Ce vendredi 9 novembre 2019, Ursula Von der Leyen, présidente élue de la Commission européenne, prononçait un discours à la veille des célébrations du 30e anniversaire de la chute du mur de Berlin. Symboliquement fort, ce moment était l’occasion pour la future présidente de l’exécutif européen d’affiner sa vision pour l’Europe et d’incarner politiquement sa nouvelle fonction, alors que l’investiture du nouveau collège de commissaires prend du retard. Ce discours intervient notamment au lendemain d’un entretien fleuve donné par le président français pour The Economist, dans lequel Emmanuel Macron s’est distingué par une vive critique à l’encontre de l’OTAN et un appel à l’impérieuse nécessité pour l’Europe de « se réveiller » afin de prendre son destin stratégique et géopolitique en main.

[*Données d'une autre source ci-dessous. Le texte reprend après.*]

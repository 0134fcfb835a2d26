/** Means and trends of every scalar of the records over a part of a run. */
import type { MeasureRecord } from '../dynamics/record.ts';
import { QUANTITIES } from '../dynamics/registry.ts';
import { blockMeans, FEW, slopeOf } from './blocks.ts';
import { LIMITS } from './limits.ts';
import { meanOf } from './means.ts';

export interface ScalarMean {
  /** Its key in the record; of Lagrangian radii with the mass fraction, `lagrangian[0.5]`. */
  readonly quantity: string;
  readonly mean: number;
  /** 1σ of the mean with the memory of the series; null if the part is too short to tell. */
  readonly error: number | null;
  /** Change per crossing time by a straight line through block means, and its 1σ error. */
  readonly trend: number | null;
  readonly trendError: number | null;
}

const ERRORS = new Set(QUANTITIES.map(({ error }) => error).filter((key) => key !== null));
const SCALARS = QUANTITIES.filter(
  ({ key, kind }) => kind === 'number' && !ERRORS.has(key) && !key.startsWith('engine.'),
).map(({ key }) => key);
const RADII = ['lagrangian', 'boundLagrangian'] as const;

/**
 * Of every scalar that all records have. Errors are those of means of blocks of at least 1.5 crossing
 * times, which are nearly independent.
 * @param time - of the records [crossing times]
 */
export function scalarMeans(
  records: readonly MeasureRecord[],
  time: Float64Array,
): readonly ScalarMean[] {
  const length = time[time.length - 1] - time[0];
  if (records.length < 2 || !(length > 0)) return [];
  const blocks = Math.min(20, Math.floor(Math.min(length / LIMITS.block, records.length / 2)));
  return columnsOf(records).map(({ quantity, values }) => {
    const { mean, error } = meanOf(time, values);
    const line = blocks < FEW ? null : slopeOf(blockMeans(time, values, blocks));
    return {
      quantity,
      mean,
      error,
      trend: line?.slope ?? null,
      trendError: line?.error ?? null,
    };
  });
}

function columnsOf(records: readonly MeasureRecord[]) {
  const columns: { quantity: string; values: Float64Array }[] = [];
  const add = (quantity: string, of: (record: MeasureRecord) => unknown): void => {
    const values = new Float64Array(records.length);
    for (const [k, record] of records.entries()) {
      const value = of(record);
      if (typeof value !== 'number' || !Number.isFinite(value)) return;
      values[k] = value;
    }
    columns.push({ quantity, values });
  };
  for (const key of SCALARS) {
    const path = key.split('.');
    add(key, (record) => {
      let value: unknown = record;
      for (const part of path)
        value = (value as Record<string, unknown> | null | undefined)?.[part];
      return value;
    });
  }
  for (const set of RADII) {
    for (const fraction of records[0][set].fractions) {
      add(
        `${set}[${fraction}]`,
        ({ [set]: { fractions, radii } }) => radii[fractions.indexOf(fraction)],
      );
    }
  }
  return columns;
}
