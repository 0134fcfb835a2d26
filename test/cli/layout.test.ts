import { expect, it } from 'vitest';
import { columns, signRoom } from '../../src/cli/columns.ts';
import { printable, shorten, wrap } from '../../src/cli/layout.ts';

it('wraps words and breaks only those that are longer than a line', () => {
  const text = `${'word '.repeat(30)}${'x'.repeat(200)} end`;
  const lines = wrap(text, '    ', '  → ').split('\n');
  expect(lines.every((line) => line.length <= 80)).toBe(true);
  expect(lines[0].startsWith('  → word')).toBe(true);
  expect(lines.slice(1).every((line) => line.startsWith('    '))).toBe(true);
  expect(
    lines
      .map((line) => line.slice(4))
      .join(' ')
      .replace(/x x/g, 'xx'),
  ).toBe(text);
});

it('keeps a number and its unit together', () => {
  const text = `${'a'.repeat(76)} 12\u00a0ms`;
  expect(wrap(text).split('\n')[1]).toBe('12 ms');
});

it('shortens long names in the middle and keeps their end', () => {
  const name = `/runs/${'deep/'.repeat(40)}snapshot_0042.bin`;
  const short = shorten(name, 80);
  expect(short).toHaveLength(80);
  expect(short.startsWith('/runs/deep')).toBe(true);
  expect(short.endsWith('/snapshot_0042.bin')).toBe(true);
  expect(shorten('short.bin', 80)).toBe('short.bin');
});

it('lets no control character reach the terminal', () => {
  expect(printable('a\u001b[31mb\nc\u009b')).toBe('a?[31mb?c?');
});

it('lines up columns without spaces at the ends of lines', () => {
  const text = columns(
    [
      ['a', '1'],
      ['long', '22'],
    ],
    ['left', 'right'],
    '  ',
  );
  expect(text).toBe('  a      1\n  long  22');
  expect(signRoom('1')).toBe(' 1');
  expect(signRoom('-1')).toBe('-1');
});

Alors que la future présidente de la Commission souhaite elle-même donner une orientation résolument géopolitique à l’institution, l’exercice était particulièrement important. Le Grand Continent a identifié les points clés de son discours sur l’état de l’Europe :

  • Dès les premiers instants de son discours, Ursula Von der Leyen a longtemps défendu le bilan de l’OTAN, la qualifiant notamment « d’institution unique » et « d’alliance de défense la plus puissante du monde ». Une prise de position en évidente contradiction avec celle exprimée par Emmanuel Macron la veille ;
  • Après un long retour sur la turbulente histoire de l’Allemagne et le moment historique de la réunification, la future présidente de la Commission a rappelé l’importance et le poids de l’Europe en tant qu’entité politique, économique et commerciale unie ;
  • VDL a rappelé la capacité européenne singulière à maintenir un équilibre entre l’influence des marchés et celle des États, au service des citoyens. Elle a ainsi rappelé la portée des nouveaux standards européens en matière de protection des données personnelles, et l’importance d’une politique de souveraineté qui soit déployée plus largement et systématiquement à l’échelle européenne ;
  • VDL a ensuite insisté sur l’effet cathartique du Brexit, dans la mesure où elle considère que cette épreuve a renforcé l’Union en faisant prendre conscience du coût d’un départ et de la valeur-ajoutée européenne plutôt qu’elle n’a provoqué le début d’une contagion de la désunion ;
  • VDL a ensuite abordé l’enjeu climatique et la nécessité de faire de l’Europe le premier continent neutre en carbone d’ici à 2050. Afin de traduire concrètement cette ambition politique, elle a annoncé son intention de proposer rapidement un projet de loi européenne sur la protection climatique, mais aussi un plan d’investissement pour une Europe durable et la réorientation d’une partie des activités de la banque européenne d’investissement au profit d’une nouvelle banque de protection climatique, avec l’objectif ambitieux de mobiliser 1000 milliards d’euros sur 10 ans ;
  • En cohérence avec sa volonté de donner corps à une Commission géopolitique, VDL est ensuite longuement revenue sur les dimensions de la souveraineté européenne et du modèle politique et démocratique européen, dont elle a dessiné les principales caractéristiques. Pour la future présidente de la Commission, le soft power seul n’est plus suffisant pour la garantie de ce modèle. Elle considère ainsi que l’Europe doit « apprendre le langage du pouvoir ». Cet aspect de la souveraineté passe notamment par une prise en main indépendante de la sécurité européenne, et une affirmation plus grande des standards et principes européens vis-à-vis des autres régions du monde, mais aussi des entreprises privées comme les géants du numérique ;
  • Au regard de la politique d’élargissement de l’Union, VDL a insisté sur la nécessité de donner de la visibilité aux pays des Balkans occidentaux. Là encore, la future présidente de la Commission européenne a tenu à se démarquer de la position défendue par le président de la République française. VDL a d’ailleurs clairement affirmé sa position en faveur de l’ouverture des négociations d’adhésion à l’UE pour l’Albanie et la Macédoine du Nord ;
  • Sur la politique migratoire de l’UE, plus prudente, VDL a invité les chefs d’État et de gouvernement à se saisir de la question en relançant les discussions sur ce dossier particulièrement contesté entre les pays membres. Son objectif est de présenter une proposition concrète d’ici à la fin du printemps 2020.